## What you need to do:
Search the records for "Likewise". Copy every line where it appears.

## Input material:
------------------------------------
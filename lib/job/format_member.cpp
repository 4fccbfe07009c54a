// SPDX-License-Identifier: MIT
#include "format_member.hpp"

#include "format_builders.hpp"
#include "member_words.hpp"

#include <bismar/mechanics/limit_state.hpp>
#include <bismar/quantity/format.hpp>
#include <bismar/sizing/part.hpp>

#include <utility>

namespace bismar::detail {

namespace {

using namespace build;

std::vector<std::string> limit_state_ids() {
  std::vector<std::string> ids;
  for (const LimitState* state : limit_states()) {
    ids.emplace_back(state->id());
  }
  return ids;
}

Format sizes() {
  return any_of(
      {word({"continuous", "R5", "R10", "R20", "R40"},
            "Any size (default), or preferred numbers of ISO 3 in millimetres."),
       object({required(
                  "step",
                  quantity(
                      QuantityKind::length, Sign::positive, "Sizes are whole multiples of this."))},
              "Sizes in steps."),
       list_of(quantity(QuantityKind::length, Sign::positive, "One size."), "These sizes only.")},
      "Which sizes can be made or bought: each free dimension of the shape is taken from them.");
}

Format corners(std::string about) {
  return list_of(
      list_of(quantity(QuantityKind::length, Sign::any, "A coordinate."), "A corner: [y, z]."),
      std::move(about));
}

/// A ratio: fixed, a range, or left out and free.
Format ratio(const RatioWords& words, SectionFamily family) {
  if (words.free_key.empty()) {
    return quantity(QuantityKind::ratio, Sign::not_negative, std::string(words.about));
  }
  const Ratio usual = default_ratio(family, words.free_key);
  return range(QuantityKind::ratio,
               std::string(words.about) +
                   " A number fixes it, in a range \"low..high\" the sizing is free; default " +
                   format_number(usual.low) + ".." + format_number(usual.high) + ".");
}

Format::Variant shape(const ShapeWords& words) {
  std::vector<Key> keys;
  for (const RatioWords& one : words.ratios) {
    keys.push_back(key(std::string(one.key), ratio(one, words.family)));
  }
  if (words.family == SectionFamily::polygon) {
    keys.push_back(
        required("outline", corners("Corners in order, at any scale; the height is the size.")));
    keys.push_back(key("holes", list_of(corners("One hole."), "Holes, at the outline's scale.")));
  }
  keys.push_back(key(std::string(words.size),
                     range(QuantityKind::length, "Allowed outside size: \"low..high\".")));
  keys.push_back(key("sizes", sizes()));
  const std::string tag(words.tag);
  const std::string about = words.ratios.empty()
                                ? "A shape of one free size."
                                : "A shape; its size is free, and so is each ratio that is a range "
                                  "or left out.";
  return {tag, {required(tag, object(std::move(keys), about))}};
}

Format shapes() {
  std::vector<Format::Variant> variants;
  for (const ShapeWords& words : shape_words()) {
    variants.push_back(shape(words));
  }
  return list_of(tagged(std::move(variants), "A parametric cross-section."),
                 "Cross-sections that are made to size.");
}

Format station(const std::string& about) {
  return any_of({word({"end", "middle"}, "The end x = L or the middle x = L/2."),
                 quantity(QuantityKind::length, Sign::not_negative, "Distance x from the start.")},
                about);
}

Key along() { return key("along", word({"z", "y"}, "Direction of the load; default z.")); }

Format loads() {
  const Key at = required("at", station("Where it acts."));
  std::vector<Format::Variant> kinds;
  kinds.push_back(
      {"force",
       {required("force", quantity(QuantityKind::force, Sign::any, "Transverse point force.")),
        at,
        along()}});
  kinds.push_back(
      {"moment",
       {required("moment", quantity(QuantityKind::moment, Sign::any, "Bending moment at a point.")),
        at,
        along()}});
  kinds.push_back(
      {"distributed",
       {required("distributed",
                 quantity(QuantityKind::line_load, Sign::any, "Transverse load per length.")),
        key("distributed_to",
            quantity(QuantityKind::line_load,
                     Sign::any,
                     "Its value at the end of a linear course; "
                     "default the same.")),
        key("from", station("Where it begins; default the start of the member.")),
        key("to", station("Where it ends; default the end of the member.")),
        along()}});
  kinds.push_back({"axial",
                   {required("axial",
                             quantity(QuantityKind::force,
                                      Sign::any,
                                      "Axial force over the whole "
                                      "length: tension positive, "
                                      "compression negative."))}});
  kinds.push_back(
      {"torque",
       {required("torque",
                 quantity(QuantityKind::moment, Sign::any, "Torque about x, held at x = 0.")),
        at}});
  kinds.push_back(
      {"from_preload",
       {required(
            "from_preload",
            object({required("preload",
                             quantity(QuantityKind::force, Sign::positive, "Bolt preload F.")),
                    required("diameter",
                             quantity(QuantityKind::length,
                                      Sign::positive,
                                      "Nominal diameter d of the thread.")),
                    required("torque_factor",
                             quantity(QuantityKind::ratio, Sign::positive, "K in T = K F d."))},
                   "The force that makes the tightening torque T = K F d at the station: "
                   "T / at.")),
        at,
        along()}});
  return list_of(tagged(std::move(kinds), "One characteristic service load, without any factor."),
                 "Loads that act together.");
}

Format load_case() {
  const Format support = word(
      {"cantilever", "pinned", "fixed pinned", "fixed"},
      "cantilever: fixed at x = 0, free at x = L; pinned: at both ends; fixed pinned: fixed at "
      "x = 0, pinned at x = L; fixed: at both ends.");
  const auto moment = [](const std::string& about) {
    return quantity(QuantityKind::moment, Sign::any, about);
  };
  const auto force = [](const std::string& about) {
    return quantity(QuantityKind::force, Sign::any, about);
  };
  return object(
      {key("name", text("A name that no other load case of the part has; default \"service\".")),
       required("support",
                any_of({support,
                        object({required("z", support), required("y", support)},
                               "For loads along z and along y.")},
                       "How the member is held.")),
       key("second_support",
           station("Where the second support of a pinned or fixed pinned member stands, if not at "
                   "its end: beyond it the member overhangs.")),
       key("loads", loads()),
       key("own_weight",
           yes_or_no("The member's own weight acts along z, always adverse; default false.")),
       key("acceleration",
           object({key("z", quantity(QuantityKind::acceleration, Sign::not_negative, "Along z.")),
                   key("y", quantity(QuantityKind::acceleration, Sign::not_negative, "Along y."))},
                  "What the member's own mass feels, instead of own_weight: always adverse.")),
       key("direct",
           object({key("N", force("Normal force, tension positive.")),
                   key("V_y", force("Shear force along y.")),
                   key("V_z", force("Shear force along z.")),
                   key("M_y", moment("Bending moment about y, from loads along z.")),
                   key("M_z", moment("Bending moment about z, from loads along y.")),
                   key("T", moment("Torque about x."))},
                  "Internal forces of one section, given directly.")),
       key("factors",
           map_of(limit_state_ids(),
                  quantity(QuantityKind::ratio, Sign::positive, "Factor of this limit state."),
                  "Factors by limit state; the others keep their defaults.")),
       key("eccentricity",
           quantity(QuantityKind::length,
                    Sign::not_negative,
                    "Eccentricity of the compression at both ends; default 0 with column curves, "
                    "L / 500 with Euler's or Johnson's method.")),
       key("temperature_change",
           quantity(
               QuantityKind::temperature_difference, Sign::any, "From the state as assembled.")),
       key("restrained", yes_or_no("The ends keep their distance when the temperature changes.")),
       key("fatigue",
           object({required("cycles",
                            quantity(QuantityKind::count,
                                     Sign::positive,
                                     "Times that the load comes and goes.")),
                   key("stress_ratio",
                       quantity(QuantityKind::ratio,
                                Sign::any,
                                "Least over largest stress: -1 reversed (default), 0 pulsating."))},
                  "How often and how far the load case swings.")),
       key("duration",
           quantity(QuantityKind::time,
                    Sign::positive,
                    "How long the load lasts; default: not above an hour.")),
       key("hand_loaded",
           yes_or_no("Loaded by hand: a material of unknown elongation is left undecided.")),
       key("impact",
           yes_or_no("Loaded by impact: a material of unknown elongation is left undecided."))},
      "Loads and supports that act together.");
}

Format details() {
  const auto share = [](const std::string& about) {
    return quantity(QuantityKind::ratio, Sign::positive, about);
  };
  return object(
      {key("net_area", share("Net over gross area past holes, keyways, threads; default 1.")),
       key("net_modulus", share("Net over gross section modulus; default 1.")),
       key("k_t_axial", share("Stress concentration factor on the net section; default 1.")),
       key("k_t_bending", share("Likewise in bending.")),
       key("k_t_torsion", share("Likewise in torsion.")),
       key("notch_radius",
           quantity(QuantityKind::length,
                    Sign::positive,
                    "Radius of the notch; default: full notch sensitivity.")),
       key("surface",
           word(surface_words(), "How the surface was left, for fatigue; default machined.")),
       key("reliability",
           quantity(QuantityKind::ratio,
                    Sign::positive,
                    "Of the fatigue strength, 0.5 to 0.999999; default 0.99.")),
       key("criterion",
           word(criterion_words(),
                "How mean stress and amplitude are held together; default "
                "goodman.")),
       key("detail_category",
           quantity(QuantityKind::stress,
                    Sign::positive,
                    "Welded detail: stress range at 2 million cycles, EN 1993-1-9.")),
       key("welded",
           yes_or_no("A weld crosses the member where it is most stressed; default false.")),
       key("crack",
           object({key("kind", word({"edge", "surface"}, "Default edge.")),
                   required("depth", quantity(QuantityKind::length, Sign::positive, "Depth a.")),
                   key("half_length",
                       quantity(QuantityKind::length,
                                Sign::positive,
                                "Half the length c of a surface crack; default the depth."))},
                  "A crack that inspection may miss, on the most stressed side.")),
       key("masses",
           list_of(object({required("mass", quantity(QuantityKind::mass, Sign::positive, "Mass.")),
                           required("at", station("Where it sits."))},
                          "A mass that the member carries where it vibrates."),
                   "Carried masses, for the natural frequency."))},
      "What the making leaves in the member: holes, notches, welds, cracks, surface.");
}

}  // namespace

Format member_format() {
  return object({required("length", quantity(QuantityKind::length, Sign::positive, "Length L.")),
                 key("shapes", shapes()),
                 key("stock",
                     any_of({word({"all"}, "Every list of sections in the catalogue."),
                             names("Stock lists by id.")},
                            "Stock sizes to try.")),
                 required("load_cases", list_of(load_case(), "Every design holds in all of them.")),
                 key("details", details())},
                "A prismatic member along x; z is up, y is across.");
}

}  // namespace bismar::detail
------------------------------------
## Task solution:
       key("k_t_bending", share("Likewise in bending.")),
       key("k_t_torsion", share("Likewise in torsion.")),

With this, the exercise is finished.